German Institute for Economic Research, Berlin, Germany.
Leibniz Institute for Educational Trajectories, Bamberg, Germany.
Behav Res Methods. 2021 Jun;53(3):1202-1217. doi: 10.3758/s13428-020-01480-7. Epub 2020 Oct 1.
Educational large-scale studies typically adopt highly standardized settings to collect cognitive data on large samples of respondents. Increasing costs alongside dwindling response rates in these studies necessitate exploring alternative assessment strategies such as unsupervised web-based testing. Before respective assessment modes can be implemented on a broad scale, their impact on cognitive measurements needs to be quantified. Therefore, an experimental study on N = 17,473 university students from the German National Educational Panel Study has been conducted. Respondents were randomly assigned to a supervised paper-based, a supervised computerized, and an unsupervised web-based mode to work on a test of scientific literacy. Mode-specific effects on selection bias, measurement bias, and predictive bias were examined. The results showed a higher response rate in web-based testing as compared to the supervised modes, without introducing a pronounced mode-specific selection bias. Analyses of differential test functioning showed systematically larger test scores in paper-based testing, particularly among low to medium ability respondents. Prediction bias for web-based testing was observed for one out of four criteria on study-related success factors. Overall, the results indicate that unsupervised web-based testing is not strictly equivalent to other assessment modes. However, the respective bias introduced by web-based testing was generally small. Thus, unsupervised web-based assessments seem to be a feasible option in cognitive large-scale studies in higher education.

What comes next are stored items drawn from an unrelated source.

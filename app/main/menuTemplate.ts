/**
 * The native menu as a plain template (Electron's MenuItemConstructorOptions), built by a pure
 * function so it can be tested without Electron. Items send MenuCommands to the renderer,
 * which owns the document; Quit, window and edit-field items use Electron's roles.
 */
import type { MenuItemConstructorOptions } from 'electron';
import type { MenuCommand, RecentEntry } from '../preload/api.ts';

export interface MenuOptions {
  platform: string;
  appName: string;
  recent: readonly RecentEntry[];
  send(command: MenuCommand): void;
}

export function menuTemplate(o: MenuOptions): MenuItemConstructorOptions[] {
  const mac = o.platform === 'darwin';
  const item = (label: string, accelerator: string | undefined, command: MenuCommand): MenuItemConstructorOptions => ({
    label,
    ...(accelerator ? { accelerator } : {}),
    click: () => o.send(command),
  });
  const recent: MenuItemConstructorOptions[] =
    o.recent.length === 0
      ? [{ label: 'No recent plans', enabled: false }]
      : o.recent.map((r) => ({ label: r.name, toolTip: r.path, click: () => o.send({ command: 'open-recent', path: r.path }) }));

  const file: MenuItemConstructorOptions = {
    label: 'File',
    submenu: [
      item('New Plan', 'CmdOrCtrl+N', { command: 'new' }),
      item('New Plan from a Route…', undefined, { command: 'new-from-route' }),
      item('Open…', 'CmdOrCtrl+O', { command: 'open' }),
      { label: 'Open Recent', submenu: recent },
      { type: 'separator' },
      item('Save', 'CmdOrCtrl+S', { command: 'save' }),
      item('Save As…', 'CmdOrCtrl+Shift+S', { command: 'save-as' }),
      {
        label: 'Export',
        submenu: [
          item('Ephemeris (CCSDS OEM)…', 'CmdOrCtrl+E', { command: 'export', kind: 'oem' }),
          item('Ephemeris (CSV)…', undefined, { command: 'export', kind: 'csv' }),
          item('Burn table (CSV)…', undefined, { command: 'export', kind: 'burns-csv' }),
          item('Budget report (Markdown)…', undefined, { command: 'export', kind: 'report' }),
        ],
      },
      ...(mac
        ? []
        : [{ type: 'separator' } as MenuItemConstructorOptions, { role: 'quit', label: 'Quit', accelerator: 'Ctrl+Q' } as MenuItemConstructorOptions]),
    ],
  };
  const edit: MenuItemConstructorOptions = {
    label: 'Edit',
    submenu: [
      item('Undo', 'CmdOrCtrl+Z', { command: 'undo' }),
      item('Redo', mac ? 'Cmd+Shift+Z' : 'Ctrl+Y', { command: 'redo' }),
      { type: 'separator' },
      { role: 'cut' },
      { role: 'copy' },
      { role: 'paste' },
      { role: 'selectAll' },
    ],
  };
  const view: MenuItemConstructorOptions = {
    label: 'View',
    submenu: [{ role: 'resetZoom' }, { role: 'zoomIn' }, { role: 'zoomOut' }, { type: 'separator' }, { role: 'togglefullscreen' }],
  };
  const appMenu: MenuItemConstructorOptions[] = mac
    ? [
        {
          label: o.appName,
          submenu: [
            { role: 'about' },
            { type: 'separator' },
            { role: 'hide' },
            { role: 'hideOthers' },
            { type: 'separator' },
            { role: 'quit', accelerator: 'Cmd+Q' },
          ],
        },
      ]
    : [];
  return [...appMenu, file, edit, view, { role: 'windowMenu' }];
}
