/** What a variant is used by: guides whose fitment (in any revision) names it, and readers' vehicles and reports. */
export async function variantUse(db: Db, variantId: number) {
  const [guideRows, [saved], [reports]] = await Promise.all([
    db
      .selectDistinct({ id: guides.id, slug: guides.slug, title: guides.title })
      .from(fitment)
      .innerJoin(revisions, eq(revisions.id, fitment.revisionId))
      .innerJoin(guides, eq(guides.id, revisions.guideId))
      .where(eq(fitment.variantId, variantId))
      .orderBy(asc(guides.title)),
    db.select({ n: count() }).from(savedVehicles).where(eq(savedVehicles.variantId, variantId)),
    db.select({ n: count() }).from(fitmentReports).where(eq(fitmentReports.variantId, variantId)),
  ]);
  return { guides: guideRows, savedVehicles: saved?.n ?? 0, fitmentReports: reports?.n ?? 0 };
}

/** For the admin page: how many guides name each variant in their fitment. */
export async function guidesPerVariant(db: Db): Promise<Map<number, number>> {
  const rows = await db
    .select({ variantId: fitment.variantId, n: sql<number>`count(distinct ${revisions.guideId})` })
    .from(fitment)
    .innerJoin(revisions, eq(revisions.id, fitment.revisionId))
    .groupBy(fitment.variantId);
  return new Map(rows.map((r) => [r.variantId, r.n]));
}

function assertManages(actor: Actor) {
  if (!can(actor, "manage:catalogue")) throw forbidden("Only admins keep the vehicle catalogue.");
}

/** Runs a catalogue change with its audit row; a row that another admin just put to use is refused as in use, not a crash. */
async function catalogueBatch(db: Db, queries: Parameters<typeof batch>[1]) {
  try {
    await batch(db, queries);
  } catch (error) {
    const text = String((error as { message?: string })?.message ?? error);
    if (text.includes("FOREIGN KEY constraint failed")) {
      throw new AppError(409, "in-use", "Something now uses this entry, so it cannot be deleted: reload the page to see it.");
    }
    if (text.includes("UNIQUE constraint failed")) {
      throw new AppError(409, "exists", "Another admin has just added an entry with the same name: reload the page.");
    }
    throw error;
  }
}
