def tsa_comb_response(f_hz, period_s: float, n_averages: int) -> np.ndarray:
    """Magnitude of the TSA comb filter, ``|H(f)| = |sin(pi N f T) / (N sin(pi f T))|``.

    ``|H| = 1`` at the shaft harmonics ``f = k/T``, zero at ``f = m/(N T)`` (m not a
    multiple of N); non-synchronous noise power falls by ``1/N``.

    Parameters
    ----------
    f_hz : array_like
        Frequencies, Hz.
    period_s : float
        Shaft period ``T``, s.
    n_averages : int
        Number of averaged periods ``N``.

    Returns
    -------
    numpy.ndarray
        ``|H(f)|``, same shape as ``f_hz``.

    References
    ----------
    .. [1] S. Braun, "The extraction of periodic waveforms by time domain averaging",
       Acustica 32, 69-77, 1975.
    .. [2] P. D. McFadden, "A revised model for the extraction of periodic waveforms by
       time domain averaging", Mechanical Systems and Signal Processing 1(1), 83-95, 1987.
    """
    T = float(period_s)
    N = int(n_averages)
    if not (math.isfinite(T) and T > 0):
        raise AnalysisError(f"period_s={period_s} must be a positive shaft period, s")
    if N < 1:
        raise AnalysisError(f"n_averages={n_averages} must be 1 or more")
    u = np.asarray(f_hz, dtype=np.float64) * T
    # reduce to [-0.5, 0.5) periods so that sin(pi u) is exact near the harmonics
    v = u - np.round(u)
    num = np.sin(np.pi * N * v)
    den = N * np.sin(np.pi * v)
    with np.errstate(invalid="ignore", divide="ignore"):
        h = np.where(np.abs(den) > 1e-300, num / np.where(den == 0, 1.0, den), 1.0)
    # sign flips of (-1)^(round(u)(N-1)) do not matter for the magnitude
    return np.abs(h)
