def _nyquist_warnings(table, fs: float, spread: float, settings: Settings, warn: list[str]) -> None:
    nyq = fs / 2.0
    top = [(m.name, m.gmf_hz) for m in table.meshes] + [(p.name, p.mesh_hz) for p in table.planetary]
    for name, gmf in top:
        h_max = int(nyq // (gmf * (1 + spread / 2))) if gmf > 0 else settings.n_mesh_harmonics
        if h_max < settings.n_mesh_harmonics:
            warn.append(
                f"sample rate too low for the mesh harmonics asked for: {fs:g} Hz reaches harmonic {h_max} of "
                f"{name} ({gmf:.1f} Hz), not {settings.n_mesh_harmonics}; record faster or ask for fewer harmonics."
            )


def _rfft(x, fs: float):
    """The one full-length rfft of the sensor signal (``dsp.spectrum.rfft_full``)."""
    from .spectrum import rfft_full

    return rfft_full(x, fs)


def _spectra(full, sensor, settings: Settings, table):
    """What the one full rfft gives directly: the Hz spectrum and the zoom band."""
    from .spectrum import spectrum_from_rfft, zoom_spectrum

    nyq = full.fs / 2.0
    spectrum = spectrum_from_rfft(full, window=settings.window, scaling=settings.spectrum_scaling, units=sensor.units)
    zoom = None
    top = [m.gmf_hz for m in table.meshes] + [p.mesh_hz for p in table.planetary]
    if top and top[0] < nyq:
        span = max(8 * max(s.hz for s in table.shafts), 20 * full.resolution_hz)
        zoom = zoom_spectrum(full, None, top[0], span, window=settings.window, scaling=settings.spectrum_scaling,
                             units=sensor.units)
    return spectrum, zoom


def _averaged_spectrum(spectrum, settings: Settings):
    """The Hz spectrum with lines ``settings.spectrum_resolution_hz`` apart (Daniell band averaging).

    Grouped from the full-resolution spectrum (``dsp.spectrum.band_spectrum``), so it
    costs one pass over the lines and no FFT.
    """
    from .errors import AnalysisError
    from .spectrum import band_spectrum

    res = settings.spectrum_resolution_hz
    if isinstance(res, bool) or not isinstance(res, (int, float)) or not (math.isfinite(res) and res > 0):
        raise AnalysisError(f"settings.spectrum_resolution_hz={res!r} must be a positive line spacing in Hz; "
                            "give for example 0.5")
    return band_spectrum(spectrum, float(res))
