def test_nan_and_inf_samples_are_counted_and_the_analysis_goes_on(tmp_path, sim):
    frames = _frames(sim).astype(np.float32)
    frames[2000:2040, 0] = np.nan
    frames[30_000, 0] = np.inf
    frames[40_000, 0] = -np.inf
    path = _write(tmp_path, "nan.wav", frames, subtype="FLOAT")
    rec = read_recording(path)
    q = signal_quality(rec.channel(0))
    assert q.n_nonfinite == int(np.count_nonzero(~np.isfinite(frames[:, 0])))  # numpy as reference: 42
    a = analyze(rec, _train())
    assert any(_says(w, "42 samples", "nan or infinite", "set to 0") for w in a.warnings)
    assert np.isfinite(a.overall["rms"]) and np.all(np.isfinite(a.spectrum.amplitude))
    # 3 s: output turns 5.2 times (1.7293 Hz, README frequency table), so every shaft has a TSA
    assert [t.shaft for t in a.tsa] == ["input", "intermediate", "output"]
    assert all(np.all(np.isfinite(t.average)) for t in a.tsa)


def test_mostly_nan_recording_is_refused(tmp_path, sim):
    frames = _frames(sim).astype(np.float32)
    frames[: frames.shape[0] // 2, 0] = np.nan
    path = _write(tmp_path, "halfnan.wav", frames, subtype="FLOAT")
    with pytest.raises(GearbenchError) as e:
        analyze(read_recording(path), _train())
    assert _says(str(e.value), "nan or infinite")


def test_clipped_recording_is_flagged(tmp_path, sim):
    peak = float(np.max(np.abs(sim.acceleration_g)))
    gain = 2.0 / peak                     # the peak reaches twice the rail
    frames = _frames(sim)
    frames[:, 0] = np.clip(sim.acceleration_g * gain, -1.0, 1.0 - 2.0**-23)
    path = _write(tmp_path, "clipped.flac", frames)
    train = dataclasses.replace(_train(), sensors=(Sensor(name="acc", channel=0, scale=1.0 / gain),))
    rec = read_recording(path)
    q = signal_quality(rec.channel(0), full_scale=1.0)
    at_rail = np.count_nonzero(np.abs(sim.acceleration_g * gain) >= 1.0 - 2.0**-23)
    assert q.clipped
    # numpy as reference: the share of samples pushed onto the rails (isolated ones may not count)
    assert q.clipped_fraction == pytest.approx(at_rail / frames.shape[0], rel=0.1)
    a = analyze(rec, train)
    assert a.overall["clipped"] is True
    assert any(_says(w, "clipping", "kurtosis", "re-record") for w in a.warnings)


def test_short_record_skips_the_slow_shaft_and_says_so(tmp_path):
    # 1 s: input 24.75 revs, intermediate 8.0, output 1.73 (< 3; README frequency table)
    s = simulate(_train(), rpm=RPM, duration_s=1.0, fs=FS, seed=13)
    path = _write(tmp_path, "short.flac", _frames(s))
    a = analyze(read_recording(path), _train())
    assert [t.shaft for t in a.tsa] == ["input", "intermediate"]
    assert any(_says(w, "short record", "output", "fewer than 3", "longer record") for w in a.warnings)


def test_sample_rate_too_low_for_the_mesh_harmonics(tmp_path):
    # 2000 Hz: Nyquist 1000 Hz holds the 569.25 Hz GMF but not 2x (1138.5) nor 3x (1707.75)
    s = simulate(_train(), rpm=RPM, duration_s=3.0, fs=2000.0, seed=14, n_harmonics=1)
    path = _write(tmp_path, "slow.flac", _frames(s), fs=2000.0)
    a = analyze(read_recording(path), _train())
    assert any(_says(w, "sample rate too low", "harmonic 1", "record faster") for w in a.warnings)
    assert a.speed.mean_hz * 60 == pytest.approx(RPM, rel=1e-3)   # the speed is still right


def test_sensor_channel_missing_from_the_file_in_analyze(tmp_path, sim):
    path = _write(tmp_path, "two.flac", _frames(sim))
    train = dataclasses.replace(_train(), sensors=(Sensor(name="acc", channel=4, scale=50.0),))
    with pytest.raises(GearbenchError) as e:
        analyze(read_recording(path), train)
    assert re.search(r"channel 4", str(e.value)) and _says(str(e.value), "2 channels")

教育大规模研究通常采用高度标准化的设置来收集大量受访者的认知数据。这些研究的成本不断增加,而回复率却在下降,因此需要探索替代评估策略,如无人监督的网络测试。在广泛实施各自的评估模式之前,需要量化它们对认知测量的影响。因此,对来自德国国家教育面板研究的 17473 名大学生进行了一项实验研究。受访者被随机分配到监督纸笔测试、监督计算机测试和无人监督的网络测试模式,以进行科学素养测试。检查了模式特定的选择偏差、测量偏差和预测偏差的影响。结果表明,与监督模式相比,网络测试的回复率更高,而不会引入明显的模式特定选择偏差。对差异测试功能的分析表明,在纸笔测试中,系统地获得了更高的测试分数,尤其是在低到中等能力的受访者中。在与学习相关的成功因素的四个标准中,有一个标准观察到了网络测试的预测偏差。总体而言,结果表明,无人监督的网络测试与其他评估模式并不完全等同。然而,网络测试引入的各自偏差通常较小。因此,无人监督的网络评估在高等教育中的认知大规模研究中似乎是一种可行的选择。